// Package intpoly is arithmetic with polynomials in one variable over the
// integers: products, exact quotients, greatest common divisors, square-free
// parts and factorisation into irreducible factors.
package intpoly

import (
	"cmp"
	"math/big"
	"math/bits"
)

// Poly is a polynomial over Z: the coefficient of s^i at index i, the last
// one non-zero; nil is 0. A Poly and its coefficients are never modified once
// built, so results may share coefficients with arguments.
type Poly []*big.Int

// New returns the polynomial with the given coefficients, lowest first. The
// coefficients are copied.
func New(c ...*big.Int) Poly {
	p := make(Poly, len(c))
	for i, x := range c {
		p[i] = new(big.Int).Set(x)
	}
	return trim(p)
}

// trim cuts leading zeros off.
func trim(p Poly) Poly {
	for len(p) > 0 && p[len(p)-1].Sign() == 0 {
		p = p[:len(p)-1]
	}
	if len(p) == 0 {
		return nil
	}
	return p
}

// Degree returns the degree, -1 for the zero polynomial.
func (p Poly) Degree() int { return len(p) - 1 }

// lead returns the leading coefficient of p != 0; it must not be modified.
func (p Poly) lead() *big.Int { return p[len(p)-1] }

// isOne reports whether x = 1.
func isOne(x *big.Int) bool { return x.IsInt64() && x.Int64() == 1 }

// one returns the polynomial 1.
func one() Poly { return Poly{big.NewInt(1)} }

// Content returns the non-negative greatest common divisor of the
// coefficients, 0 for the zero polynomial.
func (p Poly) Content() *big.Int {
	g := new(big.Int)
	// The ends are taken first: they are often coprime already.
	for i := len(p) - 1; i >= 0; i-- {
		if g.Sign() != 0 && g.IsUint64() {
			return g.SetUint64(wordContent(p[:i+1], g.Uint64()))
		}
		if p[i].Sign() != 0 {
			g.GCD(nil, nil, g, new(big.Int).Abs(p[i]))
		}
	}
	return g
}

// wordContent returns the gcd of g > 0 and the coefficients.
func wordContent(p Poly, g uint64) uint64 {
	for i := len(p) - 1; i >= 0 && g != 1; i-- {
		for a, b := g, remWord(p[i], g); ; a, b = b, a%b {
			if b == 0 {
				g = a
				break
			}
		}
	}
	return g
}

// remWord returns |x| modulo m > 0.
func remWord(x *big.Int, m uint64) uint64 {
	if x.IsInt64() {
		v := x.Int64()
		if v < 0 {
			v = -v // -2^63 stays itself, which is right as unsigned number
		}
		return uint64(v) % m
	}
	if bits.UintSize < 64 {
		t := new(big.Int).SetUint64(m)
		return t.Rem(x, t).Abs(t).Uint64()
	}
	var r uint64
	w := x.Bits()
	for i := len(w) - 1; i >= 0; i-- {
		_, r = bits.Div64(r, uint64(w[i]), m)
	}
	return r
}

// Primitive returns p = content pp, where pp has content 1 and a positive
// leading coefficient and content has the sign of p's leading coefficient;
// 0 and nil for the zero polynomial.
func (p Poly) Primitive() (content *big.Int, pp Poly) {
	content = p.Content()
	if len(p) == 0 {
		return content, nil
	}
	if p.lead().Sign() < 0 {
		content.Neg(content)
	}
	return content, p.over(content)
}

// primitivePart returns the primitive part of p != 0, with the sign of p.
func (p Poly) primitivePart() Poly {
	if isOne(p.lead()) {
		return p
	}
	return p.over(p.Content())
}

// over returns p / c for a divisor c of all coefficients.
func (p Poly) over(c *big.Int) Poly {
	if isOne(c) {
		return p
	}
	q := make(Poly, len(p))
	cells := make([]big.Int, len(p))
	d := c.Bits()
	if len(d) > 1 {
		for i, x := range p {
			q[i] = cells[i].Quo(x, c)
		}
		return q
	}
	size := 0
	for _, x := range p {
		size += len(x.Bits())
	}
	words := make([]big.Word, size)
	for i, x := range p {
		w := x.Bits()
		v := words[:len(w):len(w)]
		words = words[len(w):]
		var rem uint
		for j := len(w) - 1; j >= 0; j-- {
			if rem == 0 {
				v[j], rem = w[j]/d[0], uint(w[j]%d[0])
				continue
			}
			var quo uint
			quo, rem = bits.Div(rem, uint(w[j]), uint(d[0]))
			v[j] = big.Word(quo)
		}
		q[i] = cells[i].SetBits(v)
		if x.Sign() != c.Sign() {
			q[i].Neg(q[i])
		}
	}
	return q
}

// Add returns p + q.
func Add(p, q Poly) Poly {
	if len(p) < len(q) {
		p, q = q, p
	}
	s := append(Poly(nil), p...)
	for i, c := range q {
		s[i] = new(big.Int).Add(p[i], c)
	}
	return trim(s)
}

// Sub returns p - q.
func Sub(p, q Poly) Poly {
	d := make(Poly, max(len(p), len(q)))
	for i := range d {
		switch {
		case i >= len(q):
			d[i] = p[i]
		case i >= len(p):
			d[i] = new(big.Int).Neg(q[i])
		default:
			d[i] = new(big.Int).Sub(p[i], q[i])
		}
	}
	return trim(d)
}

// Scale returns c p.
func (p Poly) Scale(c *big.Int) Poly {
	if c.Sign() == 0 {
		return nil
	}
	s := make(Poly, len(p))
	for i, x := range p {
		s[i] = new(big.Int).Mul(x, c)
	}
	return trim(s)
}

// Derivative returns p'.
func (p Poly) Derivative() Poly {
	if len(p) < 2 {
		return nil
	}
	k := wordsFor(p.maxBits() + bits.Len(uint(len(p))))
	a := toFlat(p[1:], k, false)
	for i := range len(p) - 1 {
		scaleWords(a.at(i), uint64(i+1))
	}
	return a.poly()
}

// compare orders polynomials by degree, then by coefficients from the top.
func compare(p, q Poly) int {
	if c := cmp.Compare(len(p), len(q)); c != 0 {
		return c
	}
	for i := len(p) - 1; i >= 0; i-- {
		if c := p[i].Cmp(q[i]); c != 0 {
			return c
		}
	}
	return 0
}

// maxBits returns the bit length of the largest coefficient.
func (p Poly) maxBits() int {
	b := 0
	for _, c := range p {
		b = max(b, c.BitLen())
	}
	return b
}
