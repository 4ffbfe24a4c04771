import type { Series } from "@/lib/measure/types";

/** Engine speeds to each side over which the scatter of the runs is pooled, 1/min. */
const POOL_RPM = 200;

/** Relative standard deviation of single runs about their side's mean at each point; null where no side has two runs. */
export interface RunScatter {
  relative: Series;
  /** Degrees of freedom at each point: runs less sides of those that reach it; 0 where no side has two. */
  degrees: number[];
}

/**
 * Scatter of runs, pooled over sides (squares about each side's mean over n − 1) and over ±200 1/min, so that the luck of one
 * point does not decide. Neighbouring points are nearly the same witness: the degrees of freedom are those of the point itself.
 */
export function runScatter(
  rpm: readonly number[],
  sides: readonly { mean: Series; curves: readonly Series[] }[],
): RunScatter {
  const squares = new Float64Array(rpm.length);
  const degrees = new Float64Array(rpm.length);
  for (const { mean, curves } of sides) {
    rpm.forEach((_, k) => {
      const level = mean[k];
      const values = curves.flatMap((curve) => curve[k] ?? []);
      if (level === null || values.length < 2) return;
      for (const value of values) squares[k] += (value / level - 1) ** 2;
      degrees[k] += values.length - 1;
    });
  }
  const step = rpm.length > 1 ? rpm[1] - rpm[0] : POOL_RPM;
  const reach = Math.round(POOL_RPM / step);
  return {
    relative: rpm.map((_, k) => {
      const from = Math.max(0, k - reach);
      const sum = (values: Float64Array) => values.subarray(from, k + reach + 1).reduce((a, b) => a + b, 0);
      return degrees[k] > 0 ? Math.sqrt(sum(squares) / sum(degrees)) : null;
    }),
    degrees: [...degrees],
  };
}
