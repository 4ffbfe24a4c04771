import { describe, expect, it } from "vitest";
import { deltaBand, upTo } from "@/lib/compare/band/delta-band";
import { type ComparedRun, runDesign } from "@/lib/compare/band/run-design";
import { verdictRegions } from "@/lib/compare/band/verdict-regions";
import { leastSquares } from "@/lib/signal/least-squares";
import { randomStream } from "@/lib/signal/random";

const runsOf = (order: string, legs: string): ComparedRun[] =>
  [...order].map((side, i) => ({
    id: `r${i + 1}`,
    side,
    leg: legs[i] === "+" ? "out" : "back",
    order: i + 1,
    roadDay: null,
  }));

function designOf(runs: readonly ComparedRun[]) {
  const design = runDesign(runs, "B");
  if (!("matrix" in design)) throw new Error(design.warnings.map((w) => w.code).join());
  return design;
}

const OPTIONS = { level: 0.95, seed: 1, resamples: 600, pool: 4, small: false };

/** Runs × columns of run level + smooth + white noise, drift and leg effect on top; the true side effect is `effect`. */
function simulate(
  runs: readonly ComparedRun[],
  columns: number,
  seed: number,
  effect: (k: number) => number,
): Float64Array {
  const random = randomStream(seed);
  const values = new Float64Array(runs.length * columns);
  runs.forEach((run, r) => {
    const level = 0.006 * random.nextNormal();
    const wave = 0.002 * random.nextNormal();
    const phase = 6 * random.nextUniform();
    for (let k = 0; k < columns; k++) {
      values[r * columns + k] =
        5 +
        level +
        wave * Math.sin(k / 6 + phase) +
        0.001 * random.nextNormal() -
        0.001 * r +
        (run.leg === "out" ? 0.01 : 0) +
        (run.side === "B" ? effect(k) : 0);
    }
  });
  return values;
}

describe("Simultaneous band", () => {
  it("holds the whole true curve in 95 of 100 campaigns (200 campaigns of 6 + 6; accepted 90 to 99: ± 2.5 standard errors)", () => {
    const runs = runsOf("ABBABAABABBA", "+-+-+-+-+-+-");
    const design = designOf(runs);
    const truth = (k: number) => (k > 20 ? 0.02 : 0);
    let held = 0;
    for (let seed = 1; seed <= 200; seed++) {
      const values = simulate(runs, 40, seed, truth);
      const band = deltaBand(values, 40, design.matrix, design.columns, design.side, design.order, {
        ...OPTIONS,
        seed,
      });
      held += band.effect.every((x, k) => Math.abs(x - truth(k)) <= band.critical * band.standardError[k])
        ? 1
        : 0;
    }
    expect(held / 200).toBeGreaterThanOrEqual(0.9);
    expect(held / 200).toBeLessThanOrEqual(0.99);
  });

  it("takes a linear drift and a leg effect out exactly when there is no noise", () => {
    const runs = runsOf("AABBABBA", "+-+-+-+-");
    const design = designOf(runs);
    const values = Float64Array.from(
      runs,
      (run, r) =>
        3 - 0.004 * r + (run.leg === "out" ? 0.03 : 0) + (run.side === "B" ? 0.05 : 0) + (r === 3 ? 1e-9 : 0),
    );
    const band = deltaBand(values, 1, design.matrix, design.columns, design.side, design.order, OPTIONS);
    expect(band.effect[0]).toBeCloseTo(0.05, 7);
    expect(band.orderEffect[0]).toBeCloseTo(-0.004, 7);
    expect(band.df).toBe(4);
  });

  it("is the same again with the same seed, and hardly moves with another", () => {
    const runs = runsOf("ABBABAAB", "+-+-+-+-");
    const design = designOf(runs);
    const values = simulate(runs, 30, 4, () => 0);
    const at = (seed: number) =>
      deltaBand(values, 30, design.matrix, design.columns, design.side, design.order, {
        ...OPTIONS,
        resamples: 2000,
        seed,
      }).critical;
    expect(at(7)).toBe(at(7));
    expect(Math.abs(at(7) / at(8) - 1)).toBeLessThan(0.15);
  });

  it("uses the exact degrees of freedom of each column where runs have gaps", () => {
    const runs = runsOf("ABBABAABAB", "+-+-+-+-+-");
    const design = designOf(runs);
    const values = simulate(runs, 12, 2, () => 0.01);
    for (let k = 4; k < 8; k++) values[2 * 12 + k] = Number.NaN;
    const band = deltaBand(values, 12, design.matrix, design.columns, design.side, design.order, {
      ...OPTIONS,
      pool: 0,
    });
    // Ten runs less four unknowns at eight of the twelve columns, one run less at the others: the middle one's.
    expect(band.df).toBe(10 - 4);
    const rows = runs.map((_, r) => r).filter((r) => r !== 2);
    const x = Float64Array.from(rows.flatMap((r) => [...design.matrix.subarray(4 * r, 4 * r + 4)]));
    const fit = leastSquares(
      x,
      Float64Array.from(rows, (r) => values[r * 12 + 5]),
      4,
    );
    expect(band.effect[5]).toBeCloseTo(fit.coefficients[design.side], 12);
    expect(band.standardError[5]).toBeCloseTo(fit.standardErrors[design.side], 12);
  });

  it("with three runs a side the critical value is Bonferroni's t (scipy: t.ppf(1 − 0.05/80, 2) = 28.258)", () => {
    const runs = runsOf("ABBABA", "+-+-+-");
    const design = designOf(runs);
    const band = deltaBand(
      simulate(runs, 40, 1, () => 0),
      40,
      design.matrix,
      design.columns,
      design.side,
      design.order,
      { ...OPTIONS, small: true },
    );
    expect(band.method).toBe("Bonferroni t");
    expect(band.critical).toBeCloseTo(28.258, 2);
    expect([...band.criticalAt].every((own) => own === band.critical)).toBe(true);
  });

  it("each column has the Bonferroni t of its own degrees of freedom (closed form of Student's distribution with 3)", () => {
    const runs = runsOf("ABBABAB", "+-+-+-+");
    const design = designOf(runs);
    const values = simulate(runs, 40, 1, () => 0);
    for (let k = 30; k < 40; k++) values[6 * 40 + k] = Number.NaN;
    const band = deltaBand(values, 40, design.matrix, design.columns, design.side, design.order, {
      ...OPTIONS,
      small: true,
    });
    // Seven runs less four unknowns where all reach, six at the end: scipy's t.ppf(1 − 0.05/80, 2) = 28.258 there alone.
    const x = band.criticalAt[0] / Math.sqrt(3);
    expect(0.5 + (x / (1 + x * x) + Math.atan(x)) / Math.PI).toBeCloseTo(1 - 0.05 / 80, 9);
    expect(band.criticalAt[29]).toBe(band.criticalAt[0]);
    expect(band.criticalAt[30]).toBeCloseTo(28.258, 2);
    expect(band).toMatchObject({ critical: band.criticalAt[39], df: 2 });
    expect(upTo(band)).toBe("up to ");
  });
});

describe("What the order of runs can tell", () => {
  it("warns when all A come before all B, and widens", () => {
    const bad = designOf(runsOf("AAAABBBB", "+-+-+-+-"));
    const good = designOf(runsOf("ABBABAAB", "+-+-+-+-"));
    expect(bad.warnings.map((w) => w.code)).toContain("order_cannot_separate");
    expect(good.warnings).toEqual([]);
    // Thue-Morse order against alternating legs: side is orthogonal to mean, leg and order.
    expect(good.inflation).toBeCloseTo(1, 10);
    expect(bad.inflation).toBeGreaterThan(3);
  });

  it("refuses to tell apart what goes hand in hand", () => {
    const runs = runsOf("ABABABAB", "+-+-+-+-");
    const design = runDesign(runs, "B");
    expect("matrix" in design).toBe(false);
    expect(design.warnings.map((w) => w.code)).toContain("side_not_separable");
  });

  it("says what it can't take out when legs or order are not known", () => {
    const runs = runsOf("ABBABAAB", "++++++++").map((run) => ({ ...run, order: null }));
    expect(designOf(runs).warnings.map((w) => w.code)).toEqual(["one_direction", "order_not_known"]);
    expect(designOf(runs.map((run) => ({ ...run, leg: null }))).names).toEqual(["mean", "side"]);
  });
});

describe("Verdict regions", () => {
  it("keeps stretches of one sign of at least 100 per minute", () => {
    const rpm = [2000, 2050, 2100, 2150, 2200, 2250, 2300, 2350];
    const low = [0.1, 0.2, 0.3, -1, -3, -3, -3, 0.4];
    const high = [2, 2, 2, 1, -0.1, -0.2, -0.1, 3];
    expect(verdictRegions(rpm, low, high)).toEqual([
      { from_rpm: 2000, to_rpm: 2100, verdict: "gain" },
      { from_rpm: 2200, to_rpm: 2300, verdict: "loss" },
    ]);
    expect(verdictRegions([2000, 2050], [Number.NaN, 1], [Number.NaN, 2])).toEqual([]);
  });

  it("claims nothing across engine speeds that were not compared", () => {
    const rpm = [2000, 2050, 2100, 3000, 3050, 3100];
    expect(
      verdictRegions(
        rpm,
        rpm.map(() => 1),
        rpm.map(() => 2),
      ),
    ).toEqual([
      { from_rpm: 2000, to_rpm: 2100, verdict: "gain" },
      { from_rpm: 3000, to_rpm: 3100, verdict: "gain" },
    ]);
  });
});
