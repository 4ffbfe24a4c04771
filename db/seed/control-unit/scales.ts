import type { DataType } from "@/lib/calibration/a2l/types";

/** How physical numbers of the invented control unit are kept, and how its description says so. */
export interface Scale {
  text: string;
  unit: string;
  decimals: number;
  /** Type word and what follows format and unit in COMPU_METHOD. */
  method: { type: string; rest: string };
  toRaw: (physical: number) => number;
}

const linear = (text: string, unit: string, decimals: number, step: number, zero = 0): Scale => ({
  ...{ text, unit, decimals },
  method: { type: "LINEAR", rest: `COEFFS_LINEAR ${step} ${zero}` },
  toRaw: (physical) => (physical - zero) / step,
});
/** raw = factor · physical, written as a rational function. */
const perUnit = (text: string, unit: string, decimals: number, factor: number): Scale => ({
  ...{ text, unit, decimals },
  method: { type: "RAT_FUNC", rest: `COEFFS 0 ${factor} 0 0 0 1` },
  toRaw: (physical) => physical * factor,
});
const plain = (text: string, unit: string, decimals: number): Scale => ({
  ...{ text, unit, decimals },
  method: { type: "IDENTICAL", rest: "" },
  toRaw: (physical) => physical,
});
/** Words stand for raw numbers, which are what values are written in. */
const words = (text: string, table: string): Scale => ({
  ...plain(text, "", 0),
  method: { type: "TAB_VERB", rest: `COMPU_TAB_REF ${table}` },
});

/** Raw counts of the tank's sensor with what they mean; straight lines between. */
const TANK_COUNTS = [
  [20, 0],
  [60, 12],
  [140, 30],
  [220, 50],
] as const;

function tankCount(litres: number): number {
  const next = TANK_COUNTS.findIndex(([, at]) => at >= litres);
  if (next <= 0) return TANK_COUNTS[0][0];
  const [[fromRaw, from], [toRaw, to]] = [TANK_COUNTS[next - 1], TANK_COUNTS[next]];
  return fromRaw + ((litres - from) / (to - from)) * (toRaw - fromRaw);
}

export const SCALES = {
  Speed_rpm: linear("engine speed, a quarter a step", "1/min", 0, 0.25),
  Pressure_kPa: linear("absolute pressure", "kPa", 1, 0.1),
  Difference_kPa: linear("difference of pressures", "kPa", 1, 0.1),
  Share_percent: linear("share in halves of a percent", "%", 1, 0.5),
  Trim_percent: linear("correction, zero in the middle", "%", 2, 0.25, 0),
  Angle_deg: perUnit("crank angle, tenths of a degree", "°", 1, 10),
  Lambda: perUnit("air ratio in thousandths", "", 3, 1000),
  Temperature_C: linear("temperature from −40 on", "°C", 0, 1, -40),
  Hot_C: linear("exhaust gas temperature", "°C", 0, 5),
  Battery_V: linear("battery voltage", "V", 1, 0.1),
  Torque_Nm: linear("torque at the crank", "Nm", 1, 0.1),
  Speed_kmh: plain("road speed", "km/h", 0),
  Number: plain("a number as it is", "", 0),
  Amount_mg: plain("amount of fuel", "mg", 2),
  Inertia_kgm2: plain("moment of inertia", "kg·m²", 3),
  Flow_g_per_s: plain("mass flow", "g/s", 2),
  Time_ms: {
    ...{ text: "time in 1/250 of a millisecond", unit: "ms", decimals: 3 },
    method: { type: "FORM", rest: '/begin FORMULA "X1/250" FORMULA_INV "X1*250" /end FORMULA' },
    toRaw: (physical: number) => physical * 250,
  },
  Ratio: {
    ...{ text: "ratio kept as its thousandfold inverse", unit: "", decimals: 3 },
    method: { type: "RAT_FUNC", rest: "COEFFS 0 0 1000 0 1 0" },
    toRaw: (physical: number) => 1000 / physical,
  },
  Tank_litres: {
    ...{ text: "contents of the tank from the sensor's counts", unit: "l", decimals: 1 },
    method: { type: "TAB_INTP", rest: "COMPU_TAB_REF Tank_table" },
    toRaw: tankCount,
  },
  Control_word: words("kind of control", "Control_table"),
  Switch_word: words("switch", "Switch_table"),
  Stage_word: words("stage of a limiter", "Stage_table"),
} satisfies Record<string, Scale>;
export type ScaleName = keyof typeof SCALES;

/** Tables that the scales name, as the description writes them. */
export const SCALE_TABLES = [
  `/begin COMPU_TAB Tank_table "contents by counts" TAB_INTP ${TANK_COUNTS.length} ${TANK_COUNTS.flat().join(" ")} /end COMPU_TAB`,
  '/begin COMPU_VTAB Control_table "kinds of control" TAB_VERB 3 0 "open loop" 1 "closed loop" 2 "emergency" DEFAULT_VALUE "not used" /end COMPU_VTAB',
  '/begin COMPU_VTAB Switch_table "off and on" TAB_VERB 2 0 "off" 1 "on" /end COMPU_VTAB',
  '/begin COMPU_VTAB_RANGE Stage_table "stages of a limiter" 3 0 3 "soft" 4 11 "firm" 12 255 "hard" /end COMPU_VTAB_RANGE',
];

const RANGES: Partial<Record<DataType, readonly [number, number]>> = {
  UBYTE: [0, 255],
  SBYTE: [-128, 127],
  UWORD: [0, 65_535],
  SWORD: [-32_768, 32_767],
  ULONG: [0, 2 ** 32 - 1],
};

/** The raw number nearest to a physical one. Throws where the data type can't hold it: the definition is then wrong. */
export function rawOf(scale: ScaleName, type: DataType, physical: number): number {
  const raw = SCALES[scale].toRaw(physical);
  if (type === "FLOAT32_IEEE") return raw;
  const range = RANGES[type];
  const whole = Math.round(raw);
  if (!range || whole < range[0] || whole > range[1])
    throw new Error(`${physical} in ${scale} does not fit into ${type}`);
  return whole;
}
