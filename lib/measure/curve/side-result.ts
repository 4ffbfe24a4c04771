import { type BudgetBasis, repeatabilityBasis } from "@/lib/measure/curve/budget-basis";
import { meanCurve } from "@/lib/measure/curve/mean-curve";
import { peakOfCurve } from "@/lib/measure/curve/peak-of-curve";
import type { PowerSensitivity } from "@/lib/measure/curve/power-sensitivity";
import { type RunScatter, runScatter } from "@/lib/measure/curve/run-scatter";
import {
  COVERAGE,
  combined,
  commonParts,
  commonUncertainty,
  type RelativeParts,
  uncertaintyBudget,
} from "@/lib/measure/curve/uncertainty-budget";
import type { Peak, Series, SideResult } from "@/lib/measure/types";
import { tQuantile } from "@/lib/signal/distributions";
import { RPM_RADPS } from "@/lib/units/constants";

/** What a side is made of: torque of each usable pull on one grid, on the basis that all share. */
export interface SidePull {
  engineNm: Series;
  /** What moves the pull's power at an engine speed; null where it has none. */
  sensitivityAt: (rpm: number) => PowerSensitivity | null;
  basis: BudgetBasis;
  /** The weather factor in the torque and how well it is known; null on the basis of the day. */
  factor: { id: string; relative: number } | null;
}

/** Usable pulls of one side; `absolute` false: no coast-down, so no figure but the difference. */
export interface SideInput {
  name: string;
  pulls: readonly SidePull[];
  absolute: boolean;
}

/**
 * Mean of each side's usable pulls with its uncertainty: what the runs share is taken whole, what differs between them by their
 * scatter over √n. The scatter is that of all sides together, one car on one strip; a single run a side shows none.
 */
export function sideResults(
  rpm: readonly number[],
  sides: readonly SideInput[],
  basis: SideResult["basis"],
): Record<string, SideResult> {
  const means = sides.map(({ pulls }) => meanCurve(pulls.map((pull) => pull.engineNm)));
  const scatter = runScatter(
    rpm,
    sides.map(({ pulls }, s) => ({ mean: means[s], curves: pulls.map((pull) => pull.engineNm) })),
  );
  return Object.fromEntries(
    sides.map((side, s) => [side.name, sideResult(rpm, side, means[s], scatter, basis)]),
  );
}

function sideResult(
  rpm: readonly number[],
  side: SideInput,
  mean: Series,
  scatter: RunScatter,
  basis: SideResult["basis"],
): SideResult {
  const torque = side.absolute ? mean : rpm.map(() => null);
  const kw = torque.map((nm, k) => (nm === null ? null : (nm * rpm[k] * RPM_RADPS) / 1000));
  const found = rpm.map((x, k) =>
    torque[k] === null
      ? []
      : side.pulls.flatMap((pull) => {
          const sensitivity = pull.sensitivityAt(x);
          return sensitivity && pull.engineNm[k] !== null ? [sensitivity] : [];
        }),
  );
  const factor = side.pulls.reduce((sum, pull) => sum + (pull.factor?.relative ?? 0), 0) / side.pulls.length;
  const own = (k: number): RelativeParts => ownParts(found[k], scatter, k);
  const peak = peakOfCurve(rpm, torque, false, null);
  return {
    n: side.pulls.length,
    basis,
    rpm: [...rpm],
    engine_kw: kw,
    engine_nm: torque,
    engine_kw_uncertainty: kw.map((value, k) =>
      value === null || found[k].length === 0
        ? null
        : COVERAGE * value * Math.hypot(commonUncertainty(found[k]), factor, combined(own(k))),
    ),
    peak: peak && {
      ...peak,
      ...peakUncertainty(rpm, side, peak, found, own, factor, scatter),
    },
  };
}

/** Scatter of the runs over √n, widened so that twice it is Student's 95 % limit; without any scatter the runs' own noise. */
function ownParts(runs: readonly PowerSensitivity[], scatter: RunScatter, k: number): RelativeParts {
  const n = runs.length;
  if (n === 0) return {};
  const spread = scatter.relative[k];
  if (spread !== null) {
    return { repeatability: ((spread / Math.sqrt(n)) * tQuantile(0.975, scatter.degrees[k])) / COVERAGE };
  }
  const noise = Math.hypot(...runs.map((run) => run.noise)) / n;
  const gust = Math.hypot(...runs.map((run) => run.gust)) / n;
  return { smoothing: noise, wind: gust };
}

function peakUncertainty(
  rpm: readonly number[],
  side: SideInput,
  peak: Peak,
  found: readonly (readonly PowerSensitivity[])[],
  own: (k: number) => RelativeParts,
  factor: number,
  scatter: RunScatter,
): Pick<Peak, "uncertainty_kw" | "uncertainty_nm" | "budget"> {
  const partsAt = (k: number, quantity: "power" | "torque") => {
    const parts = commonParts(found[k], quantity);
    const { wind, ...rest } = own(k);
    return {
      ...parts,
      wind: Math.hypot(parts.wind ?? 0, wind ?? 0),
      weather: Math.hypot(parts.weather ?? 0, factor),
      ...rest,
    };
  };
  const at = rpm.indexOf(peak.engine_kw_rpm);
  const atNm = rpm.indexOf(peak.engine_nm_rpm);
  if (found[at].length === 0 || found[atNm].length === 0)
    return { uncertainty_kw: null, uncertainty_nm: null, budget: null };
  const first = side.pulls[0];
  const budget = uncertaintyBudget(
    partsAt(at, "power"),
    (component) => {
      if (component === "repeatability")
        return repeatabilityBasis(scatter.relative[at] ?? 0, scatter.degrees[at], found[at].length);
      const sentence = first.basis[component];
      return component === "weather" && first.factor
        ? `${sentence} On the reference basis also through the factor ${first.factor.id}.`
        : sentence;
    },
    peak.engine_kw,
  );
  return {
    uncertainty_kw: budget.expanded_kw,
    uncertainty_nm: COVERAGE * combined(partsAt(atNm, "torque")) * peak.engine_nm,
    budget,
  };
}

:::

▶ [Exercise] Could you copy exactly the lines from the first line of the records above through the line containing "func isOne(x *big.Int)", both included, and nothing else?

▶ [Written answer]
// Package intpoly is arithmetic with polynomials in one variable over the
// integers: products, exact quotients, greatest common divisors, square-free
// parts and factorisation into irreducible factors.
package intpoly

import (
	"cmp"
	"math/big"
	"math/bits"
)

// Poly is a polynomial over Z: the coefficient of s^i at index i, the last
// one non-zero; nil is 0. A Poly and its coefficients are never modified once
// built, so results may share coefficients with arguments.
type Poly []*big.Int

// New returns the polynomial with the given coefficients, lowest first. The
// coefficients are copied.
func New(c ...*big.Int) Poly {
	p := make(Poly, len(c))
	for i, x := range c {
		p[i] = new(big.Int).Set(x)
	}
	return trim(p)
}

// trim cuts leading zeros off.
func trim(p Poly) Poly {
	for len(p) > 0 && p[len(p)-1].Sign() == 0 {
		p = p[:len(p)-1]
	}
	if len(p) == 0 {
		return nil
	}
	return p
}

// Degree returns the degree, -1 for the zero polynomial.
func (p Poly) Degree() int { return len(p) - 1 }

// lead returns the leading coefficient of p != 0; it must not be modified.
func (p Poly) lead() *big.Int { return p[len(p)-1] }

// isOne reports whether x = 1.
func isOne(x *big.Int) bool { return x.IsInt64() && x.Int64() == 1 }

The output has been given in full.